Dear Editor,
Dr Salisbury rightly states that even if the assisted dying bill becomes law, it is still a long time before terminally ill patients potentially have choice over the timing and setting of their death. So, what can we all do now in our clinical practice?
Approximately 1% of the population are in the last year of life (accounting for many GP consultations) and almost a third of hospital inpatients are in the last year of life. Therefore, all clinicians need to be experts in identifying patients in the last year of life and initiating compassionate and skilful discussions about their care. Many already do.

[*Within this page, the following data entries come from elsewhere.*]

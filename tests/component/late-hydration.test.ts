// Parts of a page rendered on the server whose code loads and hydrates later (utils/late-hydration.ts), against Vue's
// own server renderer and hydration (vue/server-renderer, createSSRApp) in happy-dom. The reference is Vue's
// documented lazy hydration (vuejs.org, "Lazy Hydration", Vue 3.5: defineAsyncComponent's `hydrate` option and the
// hydrateOn… strategies) and its source (runtime-core apiAsyncComponent.ts: a wrapper updated before its strategy ran
// skips hydration, "Skipping lazy hydration for component …: it was updated before lazy hydration performed", and is
// drawn anew once its code is in).
import { afterEach, beforeEach, describe, expect, it, vi } from 'vitest'
import { createSSRApp, defineAsyncComponent, defineComponent, h, nextTick, ref, type Component, type HydrationStrategy } from 'vue'
import { renderToString } from 'vue/server-renderer'
import { hydrateLatePartsNow, lateHydrated } from '~/utils/late-hydration'

const units = ref<'kt' | 'mps'>('kt') // stands for the reader's units in the preferences store
let taps = 0
const Card = defineComponent({
  props: { speedKt: { type: Number, required: true } },
  setup: p => () => h('p', { 'class': 'card', 'data-unit': units.value, 'onClick': () => taps++ },
    units.value === 'kt' ? `${p.speedKt} kt` : `${(p.speedKt * 0.514444).toFixed(1)} m/s`),
})

/** A manual strategy (the test says when "idle" or "visible" comes) and a loader held until the test lets it go. */
function harness() {
  let fire = () => {}
  const strategy: HydrationStrategy = (hydrate) => {
    fire = hydrate
  }
  let release = () => {}
  const gate = new Promise<void>(r => (release = r))
  const loads = { n: 0 }
  // As an import() of the part's file answers: a module whose default export is the component.
  const module = { __esModule: true, default: Card }
  const loader = () => {
    loads.n++
    return gate.then(() => module)
  }
  return { strategy, loader, loads, fire: () => fire(), release: () => release() }
}

const warnings: string[] = []
const consoleErrors: string[] = []
let el: HTMLElement
beforeEach(() => {
  units.value = 'kt'
  taps = 0
  warnings.length = 0
  consoleErrors.length = 0
  vi.spyOn(console, 'error').mockImplementation((...args: unknown[]) => void consoleErrors.push(String(args[0])))
})
afterEach(() => {
  vi.restoreAllMocks()
  el?.remove()
})
const settle = async () => {
  for (let i = 0; i < 5; i++) {
    await nextTick()
    await new Promise(r => setTimeout(r, 0))
  }
}

/** Renders `part` on the "server" with speed 20 kt, then hydrates that markup in the page; `speed` drives the prop. */
async function page(serverPart: Component, clientPart: Component) {
  const speed = ref(20)
  const app = (part: Component) => createSSRApp({ setup: () => () => h('div', [h('span', `page ${speed.value}`), h(part, { speedKt: speed.value })]) })
  const html = await renderToString(app(serverPart))
  el = document.createElement('div')
  el.innerHTML = html
  document.body.appendChild(el)
  const client = app(clientPart)
  client.config.warnHandler = m => void warnings.push(m)
  client.mount(el)
  await settle()
  return { speed }
}
const mismatches = () => [...warnings, ...consoleErrors].filter(m => /mismatch|Skipping lazy hydration/i.test(m))

describe('a part hydrated later', () => {
  it('Vue alone: a prop change before hydration drops the server markup until the code is in (why lateHydrated exists)', async () => {
    const t = harness()
    const child = defineAsyncComponent({ loader: t.loader })
    const plain = defineAsyncComponent({ hydrate: t.strategy, loader: () => Promise.resolve(child) })
    const { speed } = await page(Card, plain)
    const drawn = el.querySelector('.card')
    expect(drawn?.textContent).toBe('20 kt')
    speed.value = 25
    await settle()
    expect(el.querySelector('.card')).toBeNull() // blank while the code loads
    t.release()
    await settle()
    const redrawn = el.querySelector('.card')
    expect(redrawn?.textContent).toBe('25 kt')
    expect(redrawn).not.toBe(drawn) // drawn anew, not hydrated
    t.fire() // the strategy's moment: nothing left to hydrate
    await settle()
    expect(el.querySelector('.card')).toBe(redrawn)
  })

  it('keeps its markup, hydrates at once when its props change first, then shows the new props and answers taps', async () => {
    const t = harness()
    const { speed } = await page(Card, lateHydrated('test/Card.vue', t.loader, t.strategy))
    const drawn = el.querySelector('.card')!
    expect(drawn.textContent).toBe('20 kt')
    expect(t.loads.n).toBe(0) // no code before the strategy or a change asks for it
    speed.value = 25
    await settle()
    expect(t.loads.n).toBe(1) // asked for at once
    expect(el.querySelector('.card')?.textContent).toBe('20 kt') // the server's markup stays meanwhile
    t.release()
    await settle()
    const card = el.querySelector('.card') as HTMLElement
    expect(card).toBe(drawn) // hydrated: the same element, not drawn anew
    expect(card.textContent).toBe('25 kt')
    card.click()
    expect(taps).toBe(1)
    t.fire() // the strategy's moment coming later changes nothing
    await settle()
    expect(el.querySelector('.card')?.textContent).toBe('25 kt')
    expect(mismatches()).toEqual([])
  })

  it('hydrates when its strategy says so and follows later changes', async () => {
    const t = harness()
    const { speed } = await page(Card, lateHydrated('test/Card.vue', t.loader, t.strategy))
    const drawn = el.querySelector('.card')
    t.fire()
    t.release()
    await settle()
    expect(t.loads.n).toBe(1)
    expect(el.querySelector('.card')).toBe(drawn)
    speed.value = 30
    await settle()
    expect(el.querySelector('.card')?.textContent).toBe('30 kt')
    expect(mismatches()).toEqual([])
  })

  it('hydrateLatePartsNow before a change of shared state (the units): no part meets markup drawn for the old units', async () => {
    const t = harness()
    await page(Card, lateHydrated('test/Card.vue', t.loader, t.strategy))
    const drawn = el.querySelector('.card')
    const done = hydrateLatePartsNow()
    t.release()
    await done
    units.value = 'mps'
    await settle()
    const card = el.querySelector('.card') as HTMLElement
    expect(card).toBe(drawn)
    // 20 kt in m/s: 1 kt = 1852/3600 m/s (international nautical mile, 1852 m exactly).
    expect(card.textContent).toBe(`${(20 * 1852 / 3600).toFixed(1)} m/s`)
    expect(card.dataset.unit).toBe('mps')
    expect(mismatches()).toEqual([])
    await hydrateLatePartsNow() // nothing waits any more: settles at once
  })
})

Dr Salisbury also observes that the parliamentary debate and vote to change the law on assisted dying has meant that more people are now talking about death. As there will be less stigma for patients to raise assisted dying with us now, we must be prepared to have non-judgmental, open conversations. We must become more adept at future care discussions with patients, and now is the time to ensure we have those skills before any potential change in law. We must not fear these discussions but actively engage; ensuring that we become more comfortable with these.

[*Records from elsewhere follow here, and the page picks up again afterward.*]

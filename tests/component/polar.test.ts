import { beforeEach, describe, expect, it } from 'vitest'
import { mountSuspended } from '@nuxt/test-utils/runtime'
import PolarWindPlot from '~/components/polar/PolarWindPlot.vue'
import PolarLevelTable from '~/components/polar/PolarLevelTable.vue'
import { usePreferencesStore } from '~/stores/preferences'
import { MPS_PER_KT, polarData } from './support/wind'

// The polar display: SVG 360 px square, centre (180, 180), outer ring 140 px (PolarWindPlot.vue). Screen y grows
// downwards. A point sits toward the direction the wind comes FROM (WMO convention: direction = where the wind blows
// from, clockwise from north), so its offset from the centre is (-u, +v) in screen terms, u east and v north.
const C = 180

async function plot(levels: Parameters<typeof polarData>[0], end = { designator: '18', trueHeadingDeg: 180 }, declinationDeg = 0) {
  const d = polarData(levels, end)
  const wrapper = await mountSuspended(PolarWindPlot, {
    props: { levels: d.levels, endLevels: d.endLevels, designator: end.designator, reciprocalDesignator: '36', trueHeadingDeg: end.trueHeadingDeg, declinationDeg, convective: null },
  })
  return { wrapper, d }
}

function point(wrapper: Awaited<ReturnType<typeof plot>>['wrapper'], index: number) {
  const p = wrapper.find(`[data-test=polar-point][data-level-index="${index}"]`)
  return { el: p, x: Number(p.attributes('cx')) - C, y: Number(p.attributes('cy')) - C }
}

/** Radius in px of the ring labelled `label` (e.g. "10 m/s"), read from the drawing itself. */
function ringRadius(wrapper: Awaited<ReturnType<typeof plot>>['wrapper'], label: string) {
  const labels = wrapper.findAll('[data-test=polar-ring-label]').map(l => l.text())
  const i = labels.indexOf(label)
  expect(i, `a ring labelled ${label} among ${labels.join(', ')}`).toBeGreaterThanOrEqual(0)
  return Number(wrapper.findAll('[data-test=polar-ring]')[i]!.attributes('r'))
}

describe('polar wind display: geometry', () => {
  beforeEach(() => {
    const prefs = usePreferencesStore()
    prefs.speedUnit = 'mps'
    prefs.heightUnit = 'm'
    prefs.headingRef = 'true'
  })

  it('puts 10 m/s from 225° where MetPy\'s components put it: u = v = +7.0711 m/s, drawn to the south-west', async () => {
    // MetPy documentation, wind_components example: 10 m/s from 225° gives u = 7.0711, v = 7.0711 m/s.
    const { wrapper } = await plot([
      { heightM: 10, directionDeg: 225, speedMps: 10 },
      { heightM: 300, directionDeg: 225, speedMps: 10 },
    ])
    const r = ringRadius(wrapper, '10 m/s')
    const p = point(wrapper, 0)
    expect(p.x / r).toBeCloseTo(-7.0711 / 10, 3)
    expect(p.y / r).toBeCloseTo(7.0711 / 10, 3)
  })

  it('draws 20 m/s from 360° straight up and 25 kt from 090° to the right (MetPy: (0, -20) and (-25, 0))', async () => {
    // Computed with MetPy 1.6.3 (Veerline's domain notes): 20 m/s from 360° -> u 0, v -20; 25 kt from 090° -> u -25, v 0.
    const { wrapper } = await plot([
      { heightM: 10, directionDeg: 360, speedMps: 20 },
      { heightM: 300, directionDeg: 90, speedKt: 25 },
    ])
    const r20 = ringRadius(wrapper, '20 m/s')
    const north = point(wrapper, 0)
    expect(north.x).toBeCloseTo(0, 6)
    expect(north.y / r20).toBeCloseTo(-1, 6)
    const east = point(wrapper, 1)
    // 25 kt = 12.861 m/s (1 kt = 1852/3600 m/s exactly); the same px per m/s as the 20 m/s ring.
    expect(east.x / r20).toBeCloseTo((25 * MPS_PER_KT) / 20, 4)
    expect(east.y).toBeCloseTo(0, 6)
  })

  it('turns the picture by the declination when headings are magnetic (magnetic = true - east variation)', async () => {
    // Domain notes (ICAO Annex 3 / FAA AIM 4-3-6): tower winds are magnetic; magnetic = true - east declination.
    usePreferencesStore().headingRef = 'magnetic'
    const { wrapper } = await plot([
      { heightM: 10, directionDeg: 100, speedMps: 10 },
      { heightM: 300, directionDeg: 100, speedMps: 10 },
    ], { designator: '18', trueHeadingDeg: 180 }, 10)
    const r = ringRadius(wrapper, '10 m/s')
    const p = point(wrapper, 0)
    // 100°T with 10° E is 090°M: the point lies due east of the centre.
    expect(p.x / r).toBeCloseTo(1, 6)
    expect(p.y / r).toBeCloseTo(0, 6)
    expect(wrapper.findAll('[data-test=polar-compass]')[0]!.text()).toContain('M')
  })
})

describe('polar wind display: readout and legs', () => {
  beforeEach(() => {
    const prefs = usePreferencesStore()
    prefs.speedUnit = 'kt'
    prefs.heightUnit = 'ft'
    prefs.headingRef = 'true'
  })

  it('reads out the FAA crosswind-chart example: runway 18, 220° at 30 kt -> about 23 kt headwind, 19 kt crosswind', async () => {
    // FAA knowledge-test crosswind chart worked example (chart reading 23 and 19 kt; exact 22.98 and 19.28).
    const { wrapper } = await plot([
      { heightM: 10, directionDeg: 220, speedKt: 30 },
      { heightM: 300, directionDeg: 220, speedKt: 30 },
    ])
    expect(wrapper.find('[data-test=polar-readout]').text()).toMatch(/^Select a level/)
    await point(wrapper, 0).el.trigger('click')
    const text = wrapper.find('[data-test=polar-readout]').text()
    // 10 m = 32.8 ft (1 ft = 0.3048 m exactly).
    expect(text).toBe('33 ft AGL · from 220°T at 30 kt · runway 18: 23 kt headwind, crosswind 19 kt from the right')
  })

  it('splits the selected wind into a headwind leg along the runway and a crosswind leg to the point', async () => {
    const { wrapper } = await plot([
      { heightM: 10, directionDeg: 220, speedKt: 30 },
      { heightM: 300, directionDeg: 220, speedKt: 30 },
    ])
    await point(wrapper, 0).el.trigger('click')
    const head = wrapper.find('[data-test=polar-leg-head]')
    const cross = wrapper.find('[data-test=polar-leg-cross]')
    const q = { x: Number(head.attributes('x2')) - C, y: Number(head.attributes('y2')) - C }
    const p = { x: Number(cross.attributes('x2')) - C, y: Number(cross.attributes('y2')) - C }
    const pxPerKt = Math.hypot(p.x, p.y) / 30
    // Headwind leg: toward runway 18's heading (180°, straight down), 22.98 kt long (FAA example, exact value).
    expect(q.x).toBeCloseTo(0, 6)
    expect(q.y / pxPerKt).toBeCloseTo(22.98, 2)
    // Crosswind leg: square to the runway, 19.28 kt long.
    expect(Math.hypot(p.x - q.x, p.y - q.y) / pxPerKt).toBeCloseTo(19.28, 2)
    expect((p.x - q.x) * 0 + (p.y - q.y) * 1).toBeCloseTo(0, 6)
  })

  it('marks a tailwind leg: 25 kt from 360° on runway 18 is a 25 kt tailwind', async () => {
    // Runway components: headwind = V cos(wind - heading); 360 - 180 = 180° gives -V (domain notes, common practice).
    const { wrapper } = await plot([
      { heightM: 10, directionDeg: 360, speedKt: 25 },
      { heightM: 300, directionDeg: 360, speedKt: 25 },
    ])
    await point(wrapper, 1).el.trigger('mouseenter')
    expect(wrapper.find('[data-test=polar-leg-head]').classes()).toContain('stroke-flare-500')
    expect(wrapper.find('[data-test=polar-readout]').text()).toContain('runway 18: 25 kt tailwind, crosswind 0 kt crosswind')
  })
})

describe('polar level table', () => {
  it('lists each level with its components in the reader\'s units', async () => {
    const prefs = usePreferencesStore()
    prefs.speedUnit = 'mps'
    prefs.heightUnit = 'ft'
    prefs.headingRef = 'true'
    const d = polarData([
      { heightM: 10, directionDeg: 220, speedKt: 30 },
      { heightM: 300, directionDeg: 225, speedMps: 10 },
    ], { designator: '18', trueHeadingDeg: 180 })
    const wrapper = await mountSuspended(PolarLevelTable, { props: { levels: d.levels, endLevels: d.endLevels, designator: '18', declinationDeg: 0 } })
    const cells = (row: number, col: string) => wrapper.find(`tr[data-level-index="${row}"] [data-col=${col}]`).text()
    // 300 m = 984.25 ft (1 ft = 0.3048 m).
    expect(cells(1, 'height')).toBe('984')
    expect(cells(1, 'direction')).toBe('225°T')
    // MetPy's example wind: 10 m/s from 225°; on runway 18 (45° off) head and cross are both 10 cos 45° = 7.07 m/s.
    expect(cells(1, 'speed')).toBe('10.0')
    expect(cells(1, 'headwind')).toBe('7.1')
    expect(cells(1, 'crosswind')).toBe('7.1')
    // FAA example in m/s: 22.98 kt = 11.82 m/s, 19.28 kt = 9.92 m/s (1 kt = 1852/3600 m/s).
    expect(cells(0, 'headwind')).toBe('11.8')
    expect(cells(0, 'crosswind')).toBe('9.9')
    await wrapper.find('tr[data-level-index="1"]').trigger('click')
    expect(wrapper.find('tr[data-level-index="1"]').classes()).toContain('bg-ochre-100')
  })
})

We must learn to explore mentions of assisted dying with curiosity, listening and kindness. It takes bravery for people to bring this to their clinicians and thus expose their vulnerability: we should be grateful for their openness. It is crucial to understand why people are raising this issue and truly understand what they mean: what is going on for them; what are their fears, priorities and what matters to them; what’s their individual subjective suffering, distress or burden; what’s their understanding of assisted dying, and what do they really want? Assisted dying is not glamorous, does not always go to plan and is not what most people would even want to have to consider.
This should not be an isolated conversation but naturally lead to a discussion around advance care planning. As we also need to ascertain what treatments terminally ill patients do and don’t want, which includes clarifying wishes for resuscitation status and priorities of care. Dr Salisbury says that palliative care clinicians are already skilled in navigating these important conversations, as are others. It is however incumbent on all of us to become comfortable and skilled at having these conversations.
Let’s start getting this right for our patients now!
NB: Although I use the word patient, as this is about interactions with clinicians, it is really about the person, the human being, the unique individual, who likely, would not be wanting to be in a position to need to have these conversations.
Let’s get assisted dying conversions right for patients now!